Cytorhizophin J (6): white powder, mp 190.2−191.6 ◦C; UV (MeOH) λ_max (log ε): 216 (1.43), 270 (0.67) nm; IR υ_max 3342, 2924, 1716, 1627, 1456, 1338, 1226, 1031, 925, cm⁻¹; HRESIMS m/z 395.11005 [M + Na]⁺ (calcd. for C₂₀H₂₀O₇Na, 395.11012); ¹H NMR (400 MHz, CD₃OD) and ¹³C NMR (100 MHz, CD₃OD) data (see Table 3).

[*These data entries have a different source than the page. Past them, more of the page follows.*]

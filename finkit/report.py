"""Tables, figures and text of the calculation notes, built from a :class:`finkit.model.CaseResult`.

The notebook templates in ``templates/`` stay thin (STYLE.md 2.5): each code cell calls one
function of this module and shows what it returns. Every function returns a
:class:`finkit.present.Fragment` (escaped HTML: tables, text, equations, or a figure embedded as
a PNG); the ``plot_*`` functions return the :class:`matplotlib.figure.Figure` itself, so tests can
inspect axes, labels and lines, and the matching ``figure_*`` functions embed it with a caption.

No physics lives here. Every number comes from :mod:`finkit.model` (``run_case``, ``note_sweep``,
``fin_temperature_profile``, ``system_curve``, ``fan_pressure``, ``volume_flow_for_power``,
``single_fin_profiles``) or :mod:`finkit.single_fin`; this module only converts units for
display (:mod:`finkit.units`), picks plot ranges, and formats.

Figures are drawn on :class:`matplotlib.figure.Figure` objects with the Agg canvas (no pyplot
state, no display backend), with one style and one set of colours for every note. matplotlib is
imported when the first figure is drawn, not when this module is imported.
"""

from __future__ import annotations

import datetime as _dt
import functools
import math
from collections.abc import Iterable, Mapping
from contextlib import contextmanager
from pathlib import Path
from typing import Any

import numpy as np

from finkit import present
from finkit.constants import ZERO_CELSIUS
from finkit.parameters import case_from_parameters
from finkit.units import format_quantity, from_si

__all__ = [
    "figure_calibration",
    "plot_calibration",
    "COLOURS",
    "airflow_table",
    "assumptions",
    "cautions",
    "derived_geometry_table",
    "figure_allowable_vs_inlet",
    "figure_fan_system",
    "figure_fin_efficiency_vs_length",
    "figure_fin_profile",
    "figure_fin_profiles_study",
    "figure_fin_tip_profiles",
    "figure_resistance_breakdown",
    "figure_sweep",
    "figure_vs_airflow",
    "fin_assumptions",
    "fin_cautions",
    "fin_headline",
    "fin_method_section",
    "fin_tip_table",
    "headline",
    "inputs_table",
    "method_section",
    "node_table",
    "plot_allowable_vs_inlet",
    "plot_fan_system",
    "plot_fin_efficiency_vs_length",
    "plot_fin_profile",
    "plot_fin_profiles_study",
    "plot_fin_tip_profiles",
    "plot_resistance_breakdown",
    "plot_sweep",
    "plot_vs_airflow",
    "references",
    "resistance_table",
    "review_section",
    "run",
    "sweep_figures",
    "sweep_names",
    "title_block",
    "verdict_page",
    "changes_since_line",
    "changes_since_section",
    "case_from_parameters",
    "plot_figures",
    "at_governing",
    "H_SCATTER",
    "warnings_section",
]

#: The colours of every finkit plot (our own choice; colour-blind-distinguishable hues).
COLOURS = {
    "primary": "#1f4e79",  # the quantity plotted
    "secondary": "#c0661b",  # the stated power / second quantity
    "tertiary": "#2f7d4f",
    "quaternary": "#7a4a9c",
    "air": "#3b8fc4",  # air temperatures, operating flow
    "limit": "#b3202a",  # temperature limit
    "margin": "#e07b84",  # limit less the required margin
    "muted": "#707070",
}
#: Stacked-bar colours of the resistance chain, inlet air to junction.
CHAIN_COLOURS = ("#1f4e79", "#4f86b5", "#8fb8d8", "#c0661b", "#e3a36b")

_STYLE = {
    "font.family": "DejaVu Sans",
    "font.size": 10.0,
    "axes.titlesize": 10.5,
    "axes.labelsize": 10.0,
    "xtick.labelsize": 9.0,
    "ytick.labelsize": 9.0,
    "legend.fontsize": 8.5,
    "legend.frameon": True,
    "legend.framealpha": 0.9,
    "axes.grid": True,
    "grid.alpha": 0.35,
    "grid.linewidth": 0.6,
    "axes.spines.top": False,
    "axes.spines.right": False,
    "lines.linewidth": 1.8,
    "axes.prop_cycle": None,  # replaced below (cycler needs matplotlib)
}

(±)-4,6-dihydroxy-5-methoxy-α-tetralone (7): colorless oil; UV (MeOH) λ_max (log ε): 205 (1.63), 230 (1.29), 282 (1.01) nm; IR ν_max 3261, 2943, 2839, 1660, 1578, 1305, 1290, 1190, 1012 cm⁻¹; ¹H NMR (400 MHz, CD₃OD) data and ¹³C NMR (100 MHz, CD₃OD) data (see Table 4); HRESIMS m/z 209.08093 [M + H]⁺ (calcd for C₁₁H₁₃O₄, 209.08084). (+)-7, ${\left[\alpha \right]}_{\mathrm{D}}^{25}$+ 31.3 (c 0.1 MeOH); ECD (c = 0.18 mg/mL, MeOH) λ_max (Δε) 205 (+13.5), 230 (+8.4), 284 (+7.0), 327 (−6.0). (−)-7, ${\left[\alpha \right]}_{\mathrm{D}}^{25}$− 31.5 (c 0.1 MeOH); ECD (c = 0.17 mg/mL, MeOH) λ_max (Δε) 205 (−14.9), 225 (−6.1), 277 (−5.4), 320 (+5.8).

3.4. Biological Assays

The DPPH·radical scavenging activities of compounds 1−7 were determined according to the reported method [14,28]. The DPPH· radical scavenging test was performed in 96-well microplates. Testing materials (compounds 1–7) were added to 100 µL (0.16 mmol/L) DPPH solution in MeOH at a range of 100 µL solutions of different concentrations (6.25−100 µM). Ascorbic acid was prepared as positive control at the same concentrations (Table 5). Absorbance was recorded at λ = 517 nm after 45 min of incubation in the dark. The DPPH·radical scavenging activity was calculated using the formula:

DPPH radical scavenging activity (%) = [(Abs_control − Abs_sample)/Abs_control] × 100

4. Conclusions

In summary, seven new polyketides including four indenone derivatives, cytoindenones A–C (1, 3–4), 3′-methoxycytoindenone A (2), a new benzophenone derivative, cytorhizophin J (6) and a pair of undescribed tetralone enantiomers, (±)-4,6-dihydroxy-5-methoxy-1-tetralone (7), together with a known compound (5), were isolated from the endophytic fungus Cytospora heveae NSHSJ-2. Compound 3 represented the first natural indenone monomer substituted by two benzene moieties at C-2 and C-3. Their structures were confirmed by the analysis of NMR, HR-MS and ECD spectra. All of the compounds were tested for their antioxidative activities. Compounds 1, 4–6 showed potent DPPH· scavenging activities with EC₅₀ values ranging from 9.5 to 16.6 µM, better than the positive control ascorbic acid (21.9 µM); compounds 2–3 also exhibited DPPH· scavenging activities comparable to ascorbic acid.